● Instructions for the task
Examine each line of the data. Copy those that contain the string "preference".

● Dataset entries
func (h *hunt) judge(ctx context.Context, k float64) (judged, error) {
	j := judged{k: k, slack: inf, met: true}
	for n, m := range h.models {
		loop, err := m.loopAt(k, h.set)
		if err != nil {
			return judged{}, err
		}
		r, err := h.sheet.check(ctx, loop)
		var refused *tf.UnsupportedError
		if errors.As(err, &refused) {
			// Next to the limit of stability a response may be out of reach: no gain to choose.
			r, err = Report{Sheet: h.sheet, Findings: make([]Finding, len(h.sheet)), Binding: -1}, nil
			c := Cause{Requirement: -1, Name: "want of an answer next to the limit of stability", Loop: n, Kind: Stability}
			j.refused, j.slack, j.by = append(j.refused, c), math.Inf(-1), c
		}
		if err != nil {
			return judged{}, err
		}
		if refused != nil {
			j.loops, j.reports, j.met = append(j.loops, loop), append(j.reports, r), false
			continue
		}
		j.loops, j.reports = append(j.loops, loop), append(j.reports, r)
		j.met = j.met && r.Met()
		if r.Stable != poly.Holds {
			j.refused = append(j.refused, Cause{Requirement: -1, Name: "stability", Loop: n, Kind: Stability})
			j.slack = math.Inf(-1)
			j.by = j.refused[len(j.refused)-1]
			continue
		}
		for i, f := range r.Findings {
			c := Cause{Requirement: i, Name: h.sheet[i].Name(), Loop: n, Kind: Crossing}
			if f.Verdict != poly.Holds {
				j.refused = append(j.refused, c)
			}
			if f.Slack < j.slack && !f.settled() {
				j.slack, j.by = f.Slack, c
			}
		}
	}
	return j, nil
}

// recommend returns the gain by the preference in force, NaN with the reason if there is none.
func (h *hunt) recommend(ctx context.Context, g Gains) (gain float64, unbounded bool, why string, err error) {
	nan := math.NaN()
	if len(g.Windows) == 0 {
		return nan, false, "", nil
	}
	cost := func(k float64) (float64, error) { // the smaller the better
		j, err := h.judge(ctx, k)
		return -j.slack, err
	}
	switch h.set.preference {
	case lowestEffort:
		cost = func(k float64) (float64, error) { return h.effortAt(ctx, k) }
	case nearestWanted:
		cost = func(k float64) (float64, error) { return math.Abs(h.signed(k) - h.set.wanted), nil }
	}
	if h.set.available != nil {
		best := inf
		gain = nan
		for _, a := range h.set.available {
			if h.set.negative {
				a = -a
			}
			if !g.Contains(a) {
				continue
			}
			c, err := cost(a)
			if err != nil {
				return nan, false, "", err
			}
			if math.IsNaN(gain) || c < best {
				best, gain = c, a
			}
		}
		if math.IsNaN(gain) {
			why = "none of the available gains lies in a window"
		}
		return gain, false, why, nil
	}
	if h.set.preference == nearestWanted {
		w := h.set.wanted
		if h.set.negative {
			w = -w
		}
		best := inf
		gain = nan
		for _, v := range g.Windows {
			lo, hi := v.Lo.Gain, v.Hi.Gain
			span := math.Min(hi, math.Max(2*lo, 1)) - lo
			if !v.Lo.Closed { // the nearest gain of an open window is a hair inside
				lo += 1e-9 * span
			}
			if !v.Hi.Closed && !math.IsInf(hi, 1) {
				hi -= 1e-9 * (hi - v.Lo.Gain)
			}
			k := math.Min(math.Max(w, lo), hi)
			if c := math.Abs(k - w); c < best {
				best, gain = c, k
			}
		}
		return gain, false, "", nil
	}
	best := inf
	gain = nan
	for _, w := range g.Windows {
		k, c, open, err := h.best(ctx, g, w, cost)
		if err != nil {
			return nan, false, "", err
		}
		if k, c, err = h.awayFromJumps(ctx, g, w, k, c, cost); err != nil {
			return nan, false, "", err
		}
		if math.IsNaN(gain) || c < best {
			best, gain, unbounded = c, k, open
		}
	}
	return gain, unbounded, "", nil
}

● The answer
// recommend returns the gain by the preference in force, NaN with the reason if there is none.
	switch h.set.preference {
	if h.set.preference == nearestWanted {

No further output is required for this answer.